- **Task requirements**:
The entries below hold a line with "expect(res.body.error.message, field).toMatch(message);" and a line with "label: label.slice(0, 60)". Return those lines and all that lie between them, exactly and only.
----------------
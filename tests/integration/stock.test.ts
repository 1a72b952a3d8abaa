import { afterAll, beforeAll, describe, expect, it } from 'vitest';
import { QueryTypes } from 'sequelize';
import { DEFAULT_STOCK_SETTINGS, type StockSettings } from '../../shared/materials/stockSettings.ts';
import { staleStockDetails, stockResponse } from '../../shared/schemas/stock.ts';
import { DEMO_STOCK } from '../../server/db/demoStock.ts';
import { DEMO_WORKSHOP, seedDemo } from '../../server/db/seed.ts';
import { anonymous, invitationTokens, signUp, startApi, type Api, type Client } from './support/api.ts';
import { makeShop, type Shop } from './support/world.ts';

const IN = 25.4;

let api: Api;
let shop: Shop;
let path: string;

beforeAll(async () => {
  api = await startApi();
  shop = await makeShop(api.app, 'stock', invitationTokens(api.mailbox));
  path = `/api/workshops/${shop.workshopId}/stock`;
});
afterAll(() => api.close());

// An invented rack: one white-oak board with a knot, one cherry board with a check.
const STOCK: StockSettings = {
  ...DEFAULT_STOCK_SETTINGS,
  sheetLengthMm: 2440,
  sheetWidthMm: 1220,
  offcuts: [{ sheetId: 'hardwood-plywood-3/4', lengthMm: 1200, widthMm: 600, count: 2 }],
  boardLengthsMm: [8 * 12 * IN, 10 * 12 * IN],
  boardsInStock: [
    { label: 'Rack 1', speciesId: 'white-oak', quarters: 4, lengthMm: 72 * IN, widthMm: 7 * IN, defects: [{ kind: 'knot', fromEndMm: 30 * IN, fromEdgeMm: 2 * IN, lengthMm: 1.5 * IN, widthMm: 1.5 * IN }] },
    { speciesId: 'black-cherry', quarters: 5, lengthMm: 60 * IN, widthMm: 9 * IN, defects: [{ kind: 'check', fromEndMm: 0, fromEdgeMm: 4 * IN, lengthMm: 6 * IN, widthMm: 0.25 * IN }] },
  ],
  kerfMm: 3,
  trimMm: 5,
};

/** Saves `stock` over whatever `client` reads now, as the Materials page does after loading it. */
async function save(client: Client, stock: unknown, at = path) {
  const { version } = stockResponse.parse((await client.get(at)).body);
  return client.put(at, { version, stock });
}

describe('workshop stock', () => {
  it('is the usual stock for a workshop that never saved any, and members may read it', async () => {
    const fresh = await signUp(api.app, 'stock-fresh');
    const workshopId = (await fresh.post('/api/workshops', { name: 'Fresh shop' })).body.id;
    const res = await fresh.get(`/api/workshops/${workshopId}/stock`);
    expect(res.status).toBe(200);
    expect(stockResponse.parse(res.body)).toEqual({ stock: DEFAULT_STOCK_SETTINGS, updatedAt: null, updatedBy: null, version: null });
  });

  it('is replaced whole by the owner or a designer and read back by every member', async () => {
    const saved = await save(shop.owner, STOCK);
    expect(saved.status).toBe(200);
    expect(saved.body.stock).toEqual(STOCK);
    expect(saved.body.updatedBy).toBe(shop.owner.user!.name);
    const byDesigner = { ...STOCK, kerfMm: 2.5 };
    const again = await save(shop.designer, byDesigner);
    expect(again.status).toBe(200);
    expect(again.body.updatedBy).toBe(shop.designer.user!.name);
    for (const member of [shop.owner, shop.designer, shop.reviewer]) {
      const read = await member.get(path);
      expect(read.status).toBe(200);
      expect(stockResponse.parse(read.body).stock).toEqual(byDesigner);
    }
  });

  it('is read-only for reviewers: a write answers 403 and changes nothing', async () => {
    await save(shop.owner, STOCK);
    const put = await save(shop.reviewer, { ...STOCK, boardsInStock: [] });
    expect(put.status).toBe(403);
    expect(put.body.error.code).toBe('forbidden');
    expect((await shop.owner.get(path)).body.stock).toEqual(STOCK);
  });

  it('is hidden from outsiders (404) and from anyone not signed in (401)', async () => {
    const outsider = await signUp(api.app, 'stock-outsider');
    expect((await outsider.get(path)).status).toBe(404);
    expect((await outsider.put(path, { version: null, stock: STOCK })).status).toBe(404);
    expect((await (await anonymous(api.app)).get(path)).status).toBe(401);
  });

  it('refuses a knot past the end of its board, naming the board, the defect and the field, and keeps what was saved', async () => {
    await save(shop.owner, STOCK);
    const board = STOCK.boardsInStock[0]!;
    const bad = { ...STOCK, boardsInStock: [STOCK.boardsInStock[1], { ...board, defects: [{ ...board.defects[0]!, fromEndMm: 71 * IN, lengthMm: 2 * IN }] }] };
    const res = await save(shop.owner, bad);
    expect(res.status).toBe(400);
    expect(res.body.error.code).toBe('invalid_input');
    expect(res.body.error.details[0].path).toBe('stock.boardsInStock.1.defects.0.lengthMm');
    expect(res.body.error.message).toMatch(/^stock\.boardsInStock\.1\.defects\.0\.lengthMm: runs knot 1 past the far end of the board/);
    expect((await shop.owner.get(path)).body.stock).toEqual(STOCK);
  });

  it('refuses sizes beyond their limits, an unknown species and unknown fields, naming each field', async () => {
    const cases: [unknown, string, RegExp][] = [
      [{ ...STOCK, kerfMm: 40 }, 'kerfMm', /at most 20 mm/],
      [{ ...STOCK, sheetWidthMm: -1 }, 'sheetWidthMm', /more than 0 mm/],
      [{ ...STOCK, boardWidthsMm: [] }, 'boardWidthsMm', /at least one size/],
      [{ ...STOCK, boardsInStock: [{ ...STOCK.boardsInStock[0]!, speciesId: 'balsa-ish' }] }, 'boardsInStock.0.speciesId', /species/],
      [{ ...STOCK, boardsInStock: [{ ...STOCK.boardsInStock[0]!, label: 'x'.repeat(61) }] }, 'boardsInStock.0.label', /at most 60 characters/],
      [{ ...STOCK, boardsInStock: [{ ...STOCK.boardsInStock[0]!, label: 'nul\u0000' }] }, 'boardsInStock.0.label', /NUL/],
      [{ ...STOCK, offcuts: [{ ...STOCK.offcuts[0]!, count: 0 }] }, 'offcuts.0.count', /at least 1/],
      [{ ...STOCK, effort: 'thorough' }, '', /effort/],
    ];
    for (const [body, field, message] of cases) {
      const res = await save(shop.designer, body);
      expect(res.status, field).toBe(400);
      expect(res.body.error.details[0].path, field).toBe(field === '' ? 'stock' : `stock.${field}`);
      expect(res.body.error.message, field).toMatch(message);
    }
    expect((await shop.owner.get(path)).body.stock).toEqual(STOCK);
  });
});

describe('workshop stock text and types', () => {
  it('keeps a label of SQL or markup as plain text and returns it verbatim', async () => {
    const label = "Robert'); DROP TABLE workshop_stock; --<b>";
    const board = { ...STOCK.boardsInStock[0]!, label: label.slice(0, 60) };
    const res = await save(shop.designer, { ...STOCK, boardsInStock: [board] });
    expect(res.status).toBe(200);
    expect((await shop.reviewer.get(path)).body.stock.boardsInStock[0].label).toBe(label.slice(0, 60));
    await save(shop.owner, STOCK);
  });

  it('names a length sent as text instead of millimetres (400)', async () => {
    const res = await save(shop.owner, { ...STOCK, kerfMm: '1/8"' });
    expect(res.status).toBe(400);
    expect(res.body.error.details[0]).toEqual({ path: 'stock.kerfMm', message: 'must be a number (millimetres)' });
  });
});

describe('saving the stock from a version', () => {
  it('lets one of two saves from the same version land and answers the other 409 with the stock as it now is, saving nothing of it', async () => {
    await save(shop.owner, STOCK);
    const { version } = stockResponse.parse((await shop.owner.get(path)).body);
    const ownerStock = { ...STOCK, kerfMm: 2 };
    const designerStock = { ...STOCK, trimMm: 8 };
    const [byOwner, byDesigner] = await Promise.all([
      shop.owner.put(path, { version, stock: ownerStock }),
      shop.designer.put(path, { version, stock: designerStock }),
    ]);
    expect([byOwner.status, byDesigner.status].sort()).toEqual([200, 409]);
    const [won, lost, winner, wonStock] = byOwner.status === 200 ? [byOwner, byDesigner, shop.owner, ownerStock] : [byDesigner, byOwner, shop.designer, designerStock];
    expect(lost.body.error.code).toBe('stale_stock');
    expect(lost.body.error.message).toContain(`${winner.user!.name} saved the stock at`);
    const current = staleStockDetails.parse(lost.body.error.details).current;
    expect(current).toEqual(stockResponse.parse(won.body));
    expect(current.version).not.toBe(version);
    expect(stockResponse.parse((await shop.reviewer.get(path)).body)).toEqual(current);
    expect(current.stock).toEqual(wonStock);
  });

  it('keeps the losing draft for a save over the winner: sent again with the version the 409 named, it lands', async () => {
    const { version } = stockResponse.parse((await shop.owner.get(path)).body);
    expect((await shop.owner.put(path, { version, stock: { ...STOCK, kerfMm: 2.5 } })).status).toBe(200);
    const mine = { ...STOCK, kerfMm: 3.5 };
    const refused = await shop.designer.put(path, { version, stock: mine });
    expect(refused.status).toBe(409);
    const again = await shop.designer.put(path, { version: staleStockDetails.parse(refused.body.error.details).current.version, stock: mine });
    expect(again.status).toBe(200);
    expect(stockResponse.parse((await shop.owner.get(path)).body)).toMatchObject({ stock: mine, updatedBy: shop.designer.user!.name });
  });

  it('moves the version on every save, so a version read before the last save is refused', async () => {
    const first = stockResponse.parse((await save(shop.owner, STOCK)).body);
    const second = stockResponse.parse((await shop.owner.put(path, { version: first.version, stock: STOCK })).body);
    expect(second.version).not.toBe(first.version);
    expect((await shop.designer.put(path, { version: first.version, stock: STOCK })).status).toBe(409);
  });

  it('takes a first save from version null, and of two first saves at once keeps one', async () => {
    const fresh = await signUp(api.app, 'stock-first');
    const at = `/api/workshops/${(await fresh.post('/api/workshops', { name: 'First-save shop' })).body.id}/stock`;
    const [a, b] = await Promise.all([fresh.put(at, { version: null, stock: STOCK }), fresh.put(at, { version: null, stock: { ...STOCK, kerfMm: 2 } })]);
    expect([a.status, b.status].sort()).toEqual([200, 409]);
    const won = stockResponse.parse((a.status === 200 ? a : b).body);
    expect(won.version).toEqual(expect.any(String));
    expect(stockResponse.parse((await fresh.get(at)).body)).toEqual(won);
    expect((await fresh.put(at, { version: null, stock: STOCK })).status).toBe(409);
  });

  it('refuses a save with no version, a number, or text that is not a version read from the API (400 naming version), and keeps what was saved', async () => {
    const before = stockResponse.parse((await save(shop.owner, STOCK)).body);
    const cases: [unknown, RegExp][] = [
      [{ stock: STOCK }, /version: must be the version the stock was read at/],
      [{ version: 7, stock: STOCK }, /version: must be the version the stock was read at/],
      [{ version: 'yesterday', stock: STOCK }, /version: must be the version the stock was read at, unchanged/],
      [{ version: before.updatedAt, stock: STOCK }, /version: must be the version the stock was read at, unchanged/],
    ];
    for (const [body, message] of cases) {
      const res = await shop.owner.put(path, body);
      expect(res.status, JSON.stringify(body).slice(0, 40)).toBe(400);
      expect(res.body.error.details[0].path).toBe('version');
      expect(res.body.error.message).toMatch(message);
    }
    expect(stockResponse.parse((await shop.owner.get(path)).body)).toEqual(before);
  });
});

describe('the demo stock', () => {
  it('is seeded for the demo workshop once, and a second seed keeps a member\'s edits', async () => {
    await seedDemo(api.sequelize);
    const workshop = await api.sequelize.query<{ id: string }>('SELECT id FROM workshops WHERE name = :name', { type: QueryTypes.SELECT, replacements: { name: DEMO_WORKSHOP }, plain: true });
    const read = async () => (await api.sequelize.query<{ stock: StockSettings }>('SELECT stock FROM workshop_stock WHERE workshop_id = :id', { type: QueryTypes.SELECT, replacements: { id: workshop!.id }, plain: true }))!.stock;
    expect(await read()).toEqual(DEMO_STOCK);
    expect(DEMO_STOCK.boardsInStock.some((b) => b.speciesId === 'white-oak' && b.defects.some((d) => d.kind === 'knot'))).toBe(true);
    await api.sequelize.query(`UPDATE workshop_stock SET stock = jsonb_set(stock, '{kerfMm}', '2') WHERE workshop_id = :id`, { replacements: { id: workshop!.id } });
    await seedDemo(api.sequelize);
    expect((await read()).kerfMm).toBe(2);
    await api.sequelize.query('UPDATE workshop_stock SET stock = :stock::jsonb WHERE workshop_id = :id', { replacements: { id: workshop!.id, stock: JSON.stringify(DEMO_STOCK) } });
  });
});
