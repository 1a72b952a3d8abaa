import { describe, expect, it } from 'vitest';
import { defaultSpec, paramDefs, validateSpec } from '../../../shared/engine/index.ts';
import { InputError, isInputError } from '../../../shared/errors.ts';
import { checkSpecForBuild } from '../../../shared/engine/params.ts';
import { chestLayout, type ChestParams } from '../../../shared/engine/pieces/chestLayout.ts';

function errorOf(spec: unknown): InputError {
  try {
    validateSpec(spec);
  } catch (error) {
    if (isInputError(error)) return error;
    throw error;
  }
  throw new Error('expected an InputError');
}

const chestWith = (params: Record<string, unknown>) => ({ schemaVersion: 1, kind: 'chest', params });

describe('paramDefs', () => {
  it('gives every chest parameter a default inside its own range', () => {
    for (const def of paramDefs('chest')) {
      if (typeof def.default === 'number') {
        expect(def.default, def.key).toBeGreaterThanOrEqual(def.min ?? -Infinity);
        expect(def.default, def.key).toBeLessThanOrEqual(def.max ?? Infinity);
      }
    }
  });

  it('uses the trade sizes as defaults (common practice, no published source)', () => {
    const d = Object.fromEntries(paramDefs('chest').map((p) => [p.key, p.default]));
    expect(d.stockThickness).toBeCloseTo(0.75 * 25.4, 9);
    expect(d.grooveWidth).toBeCloseTo(0.25 * 25.4, 9);
    expect(d.legSize).toBeCloseTo(1.75 * 25.4, 9);
    expect(d.panelSheet).toBe('hardwood-plywood-1/2');
  });

  it('refuses an unknown kind, naming the kind field and the kinds it knows', () => {
    const e = errorOf({ schemaVersion: 1, kind: 'wardrobe', params: {} });
    expect(e.field).toBe('kind');
    expect(e.limit).toContain('chest');
    expect(() => paramDefs('wardrobe' as never)).toThrow(InputError);
  });
});

describe('validateSpec', () => {
  it('fills every missing parameter and the climate from the defaults', () => {
    const spec = validateSpec(chestWith({ width: 900 }));
    expect(spec.params.width).toBe(900);
    expect(spec.params.depth).toBe(defaultSpec('chest').params.depth);
    expect(spec.climate?.buildMcPercent).toBe(8);
  });

  it.each([
    [{ width: 100 }, 'width', 'between 300 mm and 2400 mm'],
    [{ width: 'wide' }, 'width', 'between 300 mm and 2400 mm'],
    [{ frontStileCount: 1.5 }, 'frontStileCount', 'a whole number'],
    [{ panelMaterial: 'glass' }, 'panelMaterial', 'plywood, solid'],
    [{ species: 'teak' }, 'species', 'white-oak'],
    [{ battenSlots: 'yes' }, 'battenSlots', 'true or false'],
  ])('refuses %j out of range, naming %s and the limit', (params, field, limit) => {
    const e = errorOf(chestWith(params));
    expect(e.field).toBe(field);
    expect(e.limit).toContain(limit);
  });

  it('refuses legs wider than half the width', () => {
    const e = errorOf(chestWith({ width: 300, legSize: 140 }));
    expect(e.field).toBe('legSize');
    expect(e.limit).toBe(`at most ${Math.round(((300 - 25.4) / 2) * 100) / 100} mm`);
  });

  it('refuses rails wider than the height allows', () => {
    // 300 − 19.05 lid = 280.95 mm of leg; 76.2 foot + 101.6 + 100 rails + 25.4 panel = 303.2 mm.
    const e = errorOf(chestWith({ height: 300, topRailWidth: 100 }));
    expect(e.field).toBe('topRailWidth');
    expect(e.message).toMatch(/wider than the height allows/);
  });

  it('refuses a groove deeper than the leg is thick', () => {
    const e = errorOf(chestWith({ legSize: 30, legGrooveDepth: 35 }));
    expect(e.field).toBe('legGrooveDepth');
    expect(e.limit).toBe('less than 30 mm');
  });

  it('refuses a groove as wide as the stock', () => {
    expect(errorOf(chestWith({ stockThickness: 15, grooveWidth: 15 })).field).toBe('grooveWidth');
  });

  it('refuses a bottom and cleat deeper than the bottom rail', () => {
    expect(errorOf(chestWith({ bottomRailWidth: 30, cleatWidth: 25 })).field).toBe('cleatWidth');
  });

  it('refuses unknown parameters, wrong shapes and bad climates', () => {
    expect(errorOf(chestWith({ colour: 'red' })).field).toBe('colour');
    expect(errorOf({ schemaVersion: 2, kind: 'chest', params: {} }).field).toBe('schemaVersion');
    expect(errorOf({ schemaVersion: 1, kind: 'wardrobe', params: {} }).field).toBe('kind');
    expect(errorOf(null).field).toBe('spec');
    expect(errorOf({ schemaVersion: 1, kind: 'chest', params: {}, climate: { buildMcPercent: 8, lowMcPercent: 12, highMcPercent: 10 } }).field).toBe('climate.lowMcPercent');
  });
});

describe('checkSpecForBuild', () => {
  it('returns the spec validateSpec returns and, for a chest, the layout its checks read', () => {
    const spec = chestWith({ width: 1100, frontStileCount: 2 });
    const checked = checkSpecForBuild(spec);
    expect(checked.spec).toEqual(validateSpec(spec));
    expect(checked.chestLayout).toEqual(chestLayout(checked.spec.params as unknown as ChestParams, checked.spec.climate!));
    expect(checked.chestLayout!.spanXMm).toBe(1100 - 2 * (checked.spec.params.legSize as number));
  });

  it('returns no chest layout for a dresser', () => {
    expect(checkSpecForBuild(defaultSpec('dresser')).chestLayout).toBeUndefined();
  });
});
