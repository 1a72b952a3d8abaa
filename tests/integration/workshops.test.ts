import { afterAll, beforeAll, describe, expect, it } from 'vitest';
import { anonymous, invitationTokens, signUp, startApi, type Api } from './support/api.ts';
import { makeShop } from './support/world.ts';

let api: Api;
beforeAll(async () => {
  api = await startApi();
});
afterAll(() => api.close());

describe('workshops', () => {
  it('makes the creator its owner and lists it with the role', async () => {
    const owner = await signUp(api.app, 'ws-create');
    const created = await owner.post('/api/workshops', { name: 'Harbour Bench' });
    expect(created.status).toBe(201);
    expect(created.body).toMatchObject({ name: 'Harbour Bench', role: 'owner', memberCount: 1, designCount: 0 });
    const me = await owner.get('/api/auth/me');
    expect(me.body.workshops).toEqual([{ id: created.body.id, name: 'Harbour Bench', role: 'owner' }]);
  });

  it('keeps at least one owner: the last owner cannot be demoted or removed (409)', async () => {
    const shop = await makeShop(api.app, 'ws-last', invitationTokens(api.mailbox));
    const ownerId = shop.owner.user!.id;
    const demote = await shop.owner.patch(`/api/workshops/${shop.workshopId}/members/${ownerId}`, { role: 'designer' });
    expect(demote.status).toBe(409);
    expect(demote.body.error.code).toBe('last_owner');
    expect((await shop.owner.delete(`/api/workshops/${shop.workshopId}/members/${ownerId}`)).status).toBe(409);
    // With a second owner, the first may step down.
    expect((await shop.owner.patch(`/api/workshops/${shop.workshopId}/members/${shop.designer.user!.id}`, { role: 'owner' })).status).toBe(200);
    expect((await shop.owner.patch(`/api/workshops/${shop.workshopId}/members/${ownerId}`, { role: 'designer' })).body.role).toBe('designer');
  });
});

describe('invitations', () => {
  it('e-mails a link; the invitee previews it, accepts it once and joins with the role given', async () => {
    const owner = await signUp(api.app, 'inv-owner');
    const workshopId = (await owner.post('/api/workshops', { name: 'Dune Road Cabinetry' })).body.id;
    const invitee = await signUp(api.app, 'inv-invitee');
    const sent = await owner.post(`/api/workshops/${workshopId}/invitations`, { email: invitee.user!.email, role: 'reviewer' });
    expect(sent.status).toBe(201);
    expect(sent.body).toMatchObject({ email: invitee.user!.email, role: 'reviewer', acceptedAt: null });
    const token = await invitationTokens(api.mailbox)(invitee.user!.email);

    const preview = await (await anonymous(api.app)).get(`/api/invitations/${token}`);
    expect(preview.status).toBe(200);
    expect(preview.body).toMatchObject({ workshopName: 'Dune Road Cabinetry', role: 'reviewer', state: 'open' });

    const accepted = await invitee.post(`/api/invitations/${token}/accept`);
    expect(accepted.status).toBe(200);
    expect(accepted.body).toEqual({ workshopId, role: 'reviewer' });
    const members = await owner.get(`/api/workshops/${workshopId}/members`);
    expect(members.body.members.map((m: { email: string; role: string }) => [m.email, m.role])).toContainEqual([invitee.user!.email, 'reviewer']);

    const again = await invitee.post(`/api/invitations/${token}/accept`);
    expect(again.status).toBe(410);
  });

  it('may only be accepted by the account with the invited e-mail (403)', async () => {
    const owner = await signUp(api.app, 'inv-wrong-owner');
    const workshopId = (await owner.post('/api/workshops', { name: 'Wrong Door' })).body.id;
    const invitee = await signUp(api.app, 'inv-wrong-invitee');
    const someoneElse = await signUp(api.app, 'inv-wrong-else');
    await owner.post(`/api/workshops/${workshopId}/invitations`, { email: invitee.user!.email, role: 'designer' });
    const token = await invitationTokens(api.mailbox)(invitee.user!.email);
    const res = await someoneElse.post(`/api/invitations/${token}/accept`);
    expect(res.status).toBe(403);
    expect(res.body.error.code).toBe('wrong_account');
  });

  it('expires: an old link shows as expired and cannot be accepted (410)', async () => {
    const owner = await signUp(api.app, 'inv-exp-owner');
    const workshopId = (await owner.post('/api/workshops', { name: 'Late Post' })).body.id;
    const invitee = await signUp(api.app, 'inv-exp-invitee');
    await owner.post(`/api/workshops/${workshopId}/invitations`, { email: invitee.user!.email, role: 'designer' });
    const token = await invitationTokens(api.mailbox)(invitee.user!.email);
    await api.sequelize.query(`UPDATE invitations SET expires_at = now() - interval '1 minute' WHERE workshop_id = :workshopId`, { replacements: { workshopId } });
    expect((await invitee.get(`/api/invitations/${token}`)).body.state).toBe('expired');
    const res = await invitee.post(`/api/invitations/${token}/accept`);
    expect(res.status).toBe(410);
    expect(res.body.error.code).toBe('invitation_expired');
  });

  it('is refused for someone who is already a member (409)', async () => {
    const shop = await makeShop(api.app, 'inv-dup', invitationTokens(api.mailbox));
    const res = await shop.owner.post(`/api/workshops/${shop.workshopId}/invitations`, { email: shop.reviewer.user!.email, role: 'designer' });
    expect(res.status).toBe(409);
  });
});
----------------
- **Answer to this exercise**:
      expect(res.body.error.message, field).toMatch(message);
    }
    expect((await shop.owner.get(path)).body.stock).toEqual(STOCK);
  });
});

describe('workshop stock text and types', () => {
  it('keeps a label of SQL or markup as plain text and returns it verbatim', async () => {
    const label = "Robert'); DROP TABLE workshop_stock; --<b>";
    const board = { ...STOCK.boardsInStock[0]!, label: label.slice(0, 60) };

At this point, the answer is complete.